• [EXERCISE]:
Among the lines below, take the one holding "filename src/app/features/tracer/arrival-plot.ts", the one holding "times at the", and all lines between them. Set them down exactly.

━━━ EXERCISE INPUTS

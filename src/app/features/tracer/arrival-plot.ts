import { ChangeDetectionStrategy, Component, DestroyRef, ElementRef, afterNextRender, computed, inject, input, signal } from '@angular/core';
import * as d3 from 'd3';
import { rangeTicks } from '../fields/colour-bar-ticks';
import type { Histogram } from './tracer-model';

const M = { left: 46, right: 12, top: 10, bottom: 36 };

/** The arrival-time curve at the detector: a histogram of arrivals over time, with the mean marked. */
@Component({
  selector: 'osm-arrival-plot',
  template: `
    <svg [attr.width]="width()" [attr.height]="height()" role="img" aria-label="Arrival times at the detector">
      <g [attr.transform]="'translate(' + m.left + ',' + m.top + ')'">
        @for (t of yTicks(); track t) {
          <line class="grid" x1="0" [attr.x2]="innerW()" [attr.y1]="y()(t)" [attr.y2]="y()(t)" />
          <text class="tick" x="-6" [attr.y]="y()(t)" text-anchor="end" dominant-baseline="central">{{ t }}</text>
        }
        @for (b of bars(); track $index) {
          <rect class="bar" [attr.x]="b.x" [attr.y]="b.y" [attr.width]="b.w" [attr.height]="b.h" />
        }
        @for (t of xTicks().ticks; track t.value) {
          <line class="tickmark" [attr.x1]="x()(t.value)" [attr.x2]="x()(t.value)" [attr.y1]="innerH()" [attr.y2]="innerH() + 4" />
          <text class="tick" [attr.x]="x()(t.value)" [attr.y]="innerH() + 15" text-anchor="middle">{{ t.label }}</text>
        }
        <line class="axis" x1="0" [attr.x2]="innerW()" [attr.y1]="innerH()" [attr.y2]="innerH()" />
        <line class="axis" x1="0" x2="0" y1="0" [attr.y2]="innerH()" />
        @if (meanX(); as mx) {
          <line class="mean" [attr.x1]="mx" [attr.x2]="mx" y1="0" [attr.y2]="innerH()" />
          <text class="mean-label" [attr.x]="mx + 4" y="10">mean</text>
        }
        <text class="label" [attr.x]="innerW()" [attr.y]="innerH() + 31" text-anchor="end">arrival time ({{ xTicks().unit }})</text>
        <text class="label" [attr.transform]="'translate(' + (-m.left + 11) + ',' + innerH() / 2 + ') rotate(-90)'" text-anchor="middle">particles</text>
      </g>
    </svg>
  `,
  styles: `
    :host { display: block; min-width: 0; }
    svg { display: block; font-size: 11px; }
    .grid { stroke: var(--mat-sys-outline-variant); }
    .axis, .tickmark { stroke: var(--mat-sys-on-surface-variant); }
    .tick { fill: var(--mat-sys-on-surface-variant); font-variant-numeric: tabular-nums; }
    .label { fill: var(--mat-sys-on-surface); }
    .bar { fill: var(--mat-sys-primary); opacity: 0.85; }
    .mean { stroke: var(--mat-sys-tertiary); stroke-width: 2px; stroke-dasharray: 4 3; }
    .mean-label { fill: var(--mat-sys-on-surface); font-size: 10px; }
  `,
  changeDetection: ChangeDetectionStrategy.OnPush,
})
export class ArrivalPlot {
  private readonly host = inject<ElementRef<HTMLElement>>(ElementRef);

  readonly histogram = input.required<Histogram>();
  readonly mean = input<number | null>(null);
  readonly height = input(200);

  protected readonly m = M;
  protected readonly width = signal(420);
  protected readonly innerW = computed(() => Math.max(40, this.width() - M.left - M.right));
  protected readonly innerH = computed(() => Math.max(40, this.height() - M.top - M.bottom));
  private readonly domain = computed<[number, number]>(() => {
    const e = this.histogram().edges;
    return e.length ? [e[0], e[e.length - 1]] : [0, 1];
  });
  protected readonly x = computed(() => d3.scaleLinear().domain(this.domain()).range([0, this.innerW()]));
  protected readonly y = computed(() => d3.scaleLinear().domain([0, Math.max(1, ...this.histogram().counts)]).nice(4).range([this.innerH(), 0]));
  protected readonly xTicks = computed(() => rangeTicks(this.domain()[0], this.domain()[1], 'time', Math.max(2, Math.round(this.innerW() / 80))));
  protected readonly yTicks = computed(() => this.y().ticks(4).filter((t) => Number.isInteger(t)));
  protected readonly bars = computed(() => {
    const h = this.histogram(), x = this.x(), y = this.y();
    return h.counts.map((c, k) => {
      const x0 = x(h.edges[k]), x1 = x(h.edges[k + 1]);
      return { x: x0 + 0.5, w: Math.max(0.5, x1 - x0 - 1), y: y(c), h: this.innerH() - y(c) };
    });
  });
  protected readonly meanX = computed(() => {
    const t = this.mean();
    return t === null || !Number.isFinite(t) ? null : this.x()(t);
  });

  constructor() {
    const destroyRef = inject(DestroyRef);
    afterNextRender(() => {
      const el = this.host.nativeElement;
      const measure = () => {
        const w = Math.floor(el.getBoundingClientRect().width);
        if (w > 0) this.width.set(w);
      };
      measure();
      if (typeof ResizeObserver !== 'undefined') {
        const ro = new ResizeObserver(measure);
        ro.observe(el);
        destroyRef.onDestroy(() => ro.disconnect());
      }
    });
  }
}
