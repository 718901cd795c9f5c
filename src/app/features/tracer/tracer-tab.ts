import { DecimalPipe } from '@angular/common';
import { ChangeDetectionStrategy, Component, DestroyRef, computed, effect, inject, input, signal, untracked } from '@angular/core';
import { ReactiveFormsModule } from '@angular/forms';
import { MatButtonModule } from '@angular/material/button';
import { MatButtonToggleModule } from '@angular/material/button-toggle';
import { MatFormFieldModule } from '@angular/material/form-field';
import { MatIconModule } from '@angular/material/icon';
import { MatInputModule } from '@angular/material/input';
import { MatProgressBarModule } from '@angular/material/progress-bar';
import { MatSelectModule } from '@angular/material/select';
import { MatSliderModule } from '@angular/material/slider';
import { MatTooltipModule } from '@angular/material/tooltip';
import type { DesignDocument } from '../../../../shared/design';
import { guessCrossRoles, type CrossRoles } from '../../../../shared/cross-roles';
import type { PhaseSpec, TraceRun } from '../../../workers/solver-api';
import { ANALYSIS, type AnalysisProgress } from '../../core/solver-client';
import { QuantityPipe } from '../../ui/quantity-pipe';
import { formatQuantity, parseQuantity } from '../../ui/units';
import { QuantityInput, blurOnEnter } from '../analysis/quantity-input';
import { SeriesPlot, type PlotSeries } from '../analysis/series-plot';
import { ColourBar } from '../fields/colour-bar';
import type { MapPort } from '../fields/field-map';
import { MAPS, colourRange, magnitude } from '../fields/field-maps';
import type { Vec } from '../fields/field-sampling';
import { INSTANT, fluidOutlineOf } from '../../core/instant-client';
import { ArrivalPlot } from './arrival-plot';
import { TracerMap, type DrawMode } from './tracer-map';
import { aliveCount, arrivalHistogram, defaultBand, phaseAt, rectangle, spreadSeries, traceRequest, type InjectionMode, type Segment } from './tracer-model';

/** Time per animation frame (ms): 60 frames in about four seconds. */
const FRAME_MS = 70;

━━━━━━
━━━ EXERCISE INPUTS

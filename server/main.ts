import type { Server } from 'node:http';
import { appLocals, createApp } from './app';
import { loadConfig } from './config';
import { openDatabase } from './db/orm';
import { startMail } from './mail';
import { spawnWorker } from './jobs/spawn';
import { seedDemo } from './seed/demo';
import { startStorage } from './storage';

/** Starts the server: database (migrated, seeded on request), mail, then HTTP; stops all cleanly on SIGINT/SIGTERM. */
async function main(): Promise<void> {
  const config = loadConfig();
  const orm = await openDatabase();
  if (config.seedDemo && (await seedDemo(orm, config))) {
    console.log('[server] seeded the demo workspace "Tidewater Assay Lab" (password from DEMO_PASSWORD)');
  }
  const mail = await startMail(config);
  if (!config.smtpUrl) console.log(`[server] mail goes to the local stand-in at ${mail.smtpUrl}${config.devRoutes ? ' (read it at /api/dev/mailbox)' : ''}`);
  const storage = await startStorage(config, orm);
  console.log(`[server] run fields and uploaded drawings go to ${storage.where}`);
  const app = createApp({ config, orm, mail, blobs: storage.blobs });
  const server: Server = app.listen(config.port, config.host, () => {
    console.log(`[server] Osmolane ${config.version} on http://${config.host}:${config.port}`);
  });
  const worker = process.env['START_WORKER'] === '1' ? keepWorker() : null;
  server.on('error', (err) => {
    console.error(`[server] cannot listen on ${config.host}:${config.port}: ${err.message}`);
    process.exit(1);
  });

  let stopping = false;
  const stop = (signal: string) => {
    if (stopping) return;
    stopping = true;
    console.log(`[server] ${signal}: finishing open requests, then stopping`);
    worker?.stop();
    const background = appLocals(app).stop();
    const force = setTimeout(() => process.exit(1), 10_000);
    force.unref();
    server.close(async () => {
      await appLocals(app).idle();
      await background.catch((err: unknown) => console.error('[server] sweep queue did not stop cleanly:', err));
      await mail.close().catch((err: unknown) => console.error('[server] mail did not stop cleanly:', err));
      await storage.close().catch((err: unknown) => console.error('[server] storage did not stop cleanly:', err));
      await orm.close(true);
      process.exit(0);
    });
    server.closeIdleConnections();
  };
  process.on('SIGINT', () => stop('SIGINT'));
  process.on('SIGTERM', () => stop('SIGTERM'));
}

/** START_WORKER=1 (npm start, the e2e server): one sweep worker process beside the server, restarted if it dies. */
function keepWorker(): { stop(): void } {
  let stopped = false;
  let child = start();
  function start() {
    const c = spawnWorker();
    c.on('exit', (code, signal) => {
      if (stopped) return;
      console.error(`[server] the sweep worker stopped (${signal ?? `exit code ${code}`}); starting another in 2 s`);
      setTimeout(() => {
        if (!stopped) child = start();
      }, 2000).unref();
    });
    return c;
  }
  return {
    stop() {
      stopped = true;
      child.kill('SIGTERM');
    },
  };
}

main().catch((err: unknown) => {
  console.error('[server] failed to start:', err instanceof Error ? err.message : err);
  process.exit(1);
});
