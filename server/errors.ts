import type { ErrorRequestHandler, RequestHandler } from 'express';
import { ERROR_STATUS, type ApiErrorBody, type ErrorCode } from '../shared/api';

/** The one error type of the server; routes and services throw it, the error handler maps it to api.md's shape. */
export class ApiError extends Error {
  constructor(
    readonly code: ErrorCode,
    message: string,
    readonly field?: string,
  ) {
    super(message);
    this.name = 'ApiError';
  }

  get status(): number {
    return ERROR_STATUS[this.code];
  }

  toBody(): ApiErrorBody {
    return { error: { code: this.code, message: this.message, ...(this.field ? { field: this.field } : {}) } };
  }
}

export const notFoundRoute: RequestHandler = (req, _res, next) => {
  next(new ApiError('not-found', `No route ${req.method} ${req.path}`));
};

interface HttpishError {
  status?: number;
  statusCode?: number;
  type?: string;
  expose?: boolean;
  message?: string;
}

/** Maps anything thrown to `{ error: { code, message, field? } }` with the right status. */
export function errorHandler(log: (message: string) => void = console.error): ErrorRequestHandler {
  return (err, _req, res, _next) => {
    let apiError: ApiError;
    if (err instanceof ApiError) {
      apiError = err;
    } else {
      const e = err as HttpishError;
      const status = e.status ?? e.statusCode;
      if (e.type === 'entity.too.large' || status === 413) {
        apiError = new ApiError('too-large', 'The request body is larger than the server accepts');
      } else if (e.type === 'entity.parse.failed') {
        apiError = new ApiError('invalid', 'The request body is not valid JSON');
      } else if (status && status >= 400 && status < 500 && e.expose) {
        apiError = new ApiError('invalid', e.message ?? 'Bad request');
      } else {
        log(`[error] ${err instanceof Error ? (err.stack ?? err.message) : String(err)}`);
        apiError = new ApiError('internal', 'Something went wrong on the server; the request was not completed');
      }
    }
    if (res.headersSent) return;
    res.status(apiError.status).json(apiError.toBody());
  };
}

━━━━━━

• [OUTPUT FOR THIS TASK]:
filename src/app/features/tracer/arrival-plot.ts
import { ChangeDetectionStrategy, Component, DestroyRef, ElementRef, afterNextRender, computed, inject, input, signal } from '@angular/core';
import * as d3 from 'd3';
import { rangeTicks } from '../fields/colour-bar-ticks';
import type { Histogram } from './tracer-model';

const M = { left: 46, right: 12, top: 10, bottom: 36 };

/** The arrival-time curve at the detector: a histogram of arrivals over time, with the mean marked. */
@Component({
  selector: 'osm-arrival-plot',
  template: `
    <svg [attr.width]="width()" [attr.height]="height()" role="img" aria-label="Arrival times at the detector">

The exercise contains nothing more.